*** Block opens ***

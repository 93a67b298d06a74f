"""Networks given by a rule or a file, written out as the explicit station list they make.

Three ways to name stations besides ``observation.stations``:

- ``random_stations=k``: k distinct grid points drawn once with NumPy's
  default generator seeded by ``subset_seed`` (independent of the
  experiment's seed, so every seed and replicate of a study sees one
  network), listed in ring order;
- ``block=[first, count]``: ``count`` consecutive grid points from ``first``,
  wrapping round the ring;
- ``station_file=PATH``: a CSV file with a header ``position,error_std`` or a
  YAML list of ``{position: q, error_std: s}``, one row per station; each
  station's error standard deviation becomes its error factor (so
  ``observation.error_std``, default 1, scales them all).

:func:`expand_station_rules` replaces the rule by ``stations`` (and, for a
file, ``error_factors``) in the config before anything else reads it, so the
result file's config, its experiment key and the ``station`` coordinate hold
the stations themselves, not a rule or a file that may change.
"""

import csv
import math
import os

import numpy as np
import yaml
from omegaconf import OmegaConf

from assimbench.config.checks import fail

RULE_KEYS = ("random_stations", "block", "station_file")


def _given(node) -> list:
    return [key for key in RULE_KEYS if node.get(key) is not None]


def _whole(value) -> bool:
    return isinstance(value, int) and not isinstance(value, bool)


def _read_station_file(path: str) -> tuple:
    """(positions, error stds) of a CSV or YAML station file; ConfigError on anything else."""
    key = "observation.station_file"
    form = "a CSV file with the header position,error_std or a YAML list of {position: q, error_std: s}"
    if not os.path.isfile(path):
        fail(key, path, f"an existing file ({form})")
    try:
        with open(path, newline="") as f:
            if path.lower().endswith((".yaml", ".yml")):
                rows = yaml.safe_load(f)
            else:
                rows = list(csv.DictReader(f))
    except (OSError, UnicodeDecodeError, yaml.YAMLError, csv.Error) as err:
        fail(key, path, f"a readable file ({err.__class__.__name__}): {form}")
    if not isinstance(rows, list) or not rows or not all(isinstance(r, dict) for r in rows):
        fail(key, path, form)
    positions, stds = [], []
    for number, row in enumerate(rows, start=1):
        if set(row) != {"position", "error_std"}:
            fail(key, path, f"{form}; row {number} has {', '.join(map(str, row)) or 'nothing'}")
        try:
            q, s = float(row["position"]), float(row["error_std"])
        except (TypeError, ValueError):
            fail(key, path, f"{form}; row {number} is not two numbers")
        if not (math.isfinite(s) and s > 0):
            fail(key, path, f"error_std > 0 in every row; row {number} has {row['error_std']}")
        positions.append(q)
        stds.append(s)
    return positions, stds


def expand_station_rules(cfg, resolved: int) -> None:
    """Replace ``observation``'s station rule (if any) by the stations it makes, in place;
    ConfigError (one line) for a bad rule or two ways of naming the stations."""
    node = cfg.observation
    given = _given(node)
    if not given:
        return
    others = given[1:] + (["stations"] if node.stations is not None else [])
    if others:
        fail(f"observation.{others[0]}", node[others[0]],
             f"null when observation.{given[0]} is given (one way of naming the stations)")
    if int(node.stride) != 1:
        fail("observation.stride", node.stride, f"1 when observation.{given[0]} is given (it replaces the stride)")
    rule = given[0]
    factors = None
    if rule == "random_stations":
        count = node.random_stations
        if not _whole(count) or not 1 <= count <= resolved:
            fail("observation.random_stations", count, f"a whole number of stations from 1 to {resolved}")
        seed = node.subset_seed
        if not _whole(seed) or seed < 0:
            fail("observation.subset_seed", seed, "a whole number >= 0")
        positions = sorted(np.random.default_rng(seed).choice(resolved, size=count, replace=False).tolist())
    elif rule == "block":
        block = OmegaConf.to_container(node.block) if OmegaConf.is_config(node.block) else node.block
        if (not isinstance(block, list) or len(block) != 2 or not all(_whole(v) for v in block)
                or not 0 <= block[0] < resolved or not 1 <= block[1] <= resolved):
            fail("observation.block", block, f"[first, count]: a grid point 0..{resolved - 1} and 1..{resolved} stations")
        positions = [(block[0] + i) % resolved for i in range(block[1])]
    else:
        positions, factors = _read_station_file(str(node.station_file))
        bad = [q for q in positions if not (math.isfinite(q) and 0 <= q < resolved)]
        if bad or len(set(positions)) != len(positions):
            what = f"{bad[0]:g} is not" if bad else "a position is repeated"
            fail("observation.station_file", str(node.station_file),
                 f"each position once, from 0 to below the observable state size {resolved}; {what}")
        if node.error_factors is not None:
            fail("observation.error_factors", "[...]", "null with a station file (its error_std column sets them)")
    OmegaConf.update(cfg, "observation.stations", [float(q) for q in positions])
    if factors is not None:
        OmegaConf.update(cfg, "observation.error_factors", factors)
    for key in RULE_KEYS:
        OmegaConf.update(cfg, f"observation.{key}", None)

*** Block closes ***

Prompt:
Every record must be output again with its wording unchanged.

Exercise output:
repository 93a67b298d06a74f
"""Networks given by a rule or a file, written out as the explicit station list they make.

Three ways to name stations besides ``observation.stations``:

- ``random_stations=k``: k distinct grid points drawn once with NumPy's
  default generator seeded by ``subset_seed`` (independent of the
  experiment's seed, so every seed and replicate of a study sees one
  network), listed in ring order;
- ``block=[first, count]``: ``count`` consecutive grid points from ``first``,
  wrapping round the ring;
- ``station_file=PATH``: a CSV file with a header ``position,error_std`` or a
  YAML list of ``{position: q, error_std: s}``, one row per station; each
  station's error standard deviation becomes its error factor (so
  ``observation.error_std``, default 1, scales them all).

:func:`expand_station_rules` replaces the rule by ``stations`` (and, for a
file, ``error_factors``) in the config before anything else reads it, so the
result file's config, its experiment key and the ``station`` coordinate hold
the stations themselves, not a rule or a file that may change.
"""

import csv
import math
import os

import numpy as np
import yaml
from omegaconf import OmegaConf

from assimbench.config.checks import fail

RULE_KEYS = ("random_stations", "block", "station_file")


def _given(node) -> list:
    return [key for key in RULE_KEYS if node.get(key) is not None]


def _whole(value) -> bool:
    return isinstance(value, int) and not isinstance(value, bool)


def _read_station_file(path: str) -> tuple:
    """(positions, error stds) of a CSV or YAML station file; ConfigError on anything else."""
    key = "observation.station_file"
    form = "a CSV file with the header position,error_std or a YAML list of {position: q, error_std: s}"
    if not os.path.isfile(path):
        fail(key, path, f"an existing file ({form})")
    try:
        with open(path, newline="") as f:
            if path.lower().endswith((".yaml", ".yml")):
                rows = yaml.safe_load(f)
            else:
                rows = list(csv.DictReader(f))
    except (OSError, UnicodeDecodeError, yaml.YAMLError, csv.Error) as err:
        fail(key, path, f"a readable file ({err.__class__.__name__}): {form}")
    if not isinstance(rows, list) or not rows or not all(isinstance(r, dict) for r in rows):
        fail(key, path, form)
    positions, stds = [], []
    for number, row in enumerate(rows, start=1):
        if set(row) != {"position", "error_std"}:
            fail(key, path, f"{form}; row {number} has {', '.join(map(str, row)) or 'nothing'}")
        try:
            q, s = float(row["position"]), float(row["error_std"])
        except (TypeError, ValueError):
            fail(key, path, f"{form}; row {number} is not two numbers")
        if not (math.isfinite(s) and s > 0):
            fail(key, path, f"error_std > 0 in every row; row {number} has {row['error_std']}")
        positions.append(q)
        stds.append(s)
    return positions, stds


def expand_station_rules(cfg, resolved: int) -> None:
    """Replace ``observation``'s station rule (if any) by the stations it makes, in place;
    ConfigError (one line) for a bad rule or two ways of naming the stations."""
    node = cfg.observation
    given = _given(node)
    if not given:
        return
    others = given[1:] + (["stations"] if node.stations is not None else [])
    if others:
        fail(f"observation.{others[0]}", node[others[0]],
             f"null when observation.{given[0]} is given (one way of naming the stations)")
    if int(node.stride) != 1:
        fail("observation.stride", node.stride, f"1 when observation.{given[0]} is given (it replaces the stride)")
    rule = given[0]
    factors = None
    if rule == "random_stations":
        count = node.random_stations
        if not _whole(count) or not 1 <= count <= resolved:
            fail("observation.random_stations", count, f"a whole number of stations from 1 to {resolved}")
        seed = node.subset_seed
        if not _whole(seed) or seed < 0:
            fail("observation.subset_seed", seed, "a whole number >= 0")
        positions = sorted(np.random.default_rng(seed).choice(resolved, size=count, replace=False).tolist())
    elif rule == "block":
        block = OmegaConf.to_container(node.block) if OmegaConf.is_config(node.block) else node.block
        if (not isinstance(block, list) or len(block) != 2 or not all(_whole(v) for v in block)
                or not 0 <= block[0] < resolved or not 1 <= block[1] <= resolved):
            fail("observation.block", block, f"[first, count]: a grid point 0..{resolved - 1} and 1..{resolved} stations")
        positions = [(block[0] + i) % resolved for i in range(block[1])]
    else:
        positions, factors = _read_station_file(str(node.station_file))
        bad = [q for q in positions if not (math.isfinite(q) and 0 <= q < resolved)]
        if bad or len(set(positions)) != len(positions):
            what = f"{bad[0]:g} is not" if bad else "a position is repeated"
            fail("observation.station_file", str(node.station_file),
                 f"each position once, from 0 to below the observable state size {resolved}; {what}")
        if node.error_factors is not None:
            fail("observation.error_factors", "[...]", "null with a station file (its error_std column sets them)")
    OmegaConf.update(cfg, "observation.stations", [float(q) for q in positions])
    if factors is not None:
        OmegaConf.update(cfg, "observation.error_factors", factors)
    for key in RULE_KEYS:
        OmegaConf.update(cfg, f"observation.{key}", None)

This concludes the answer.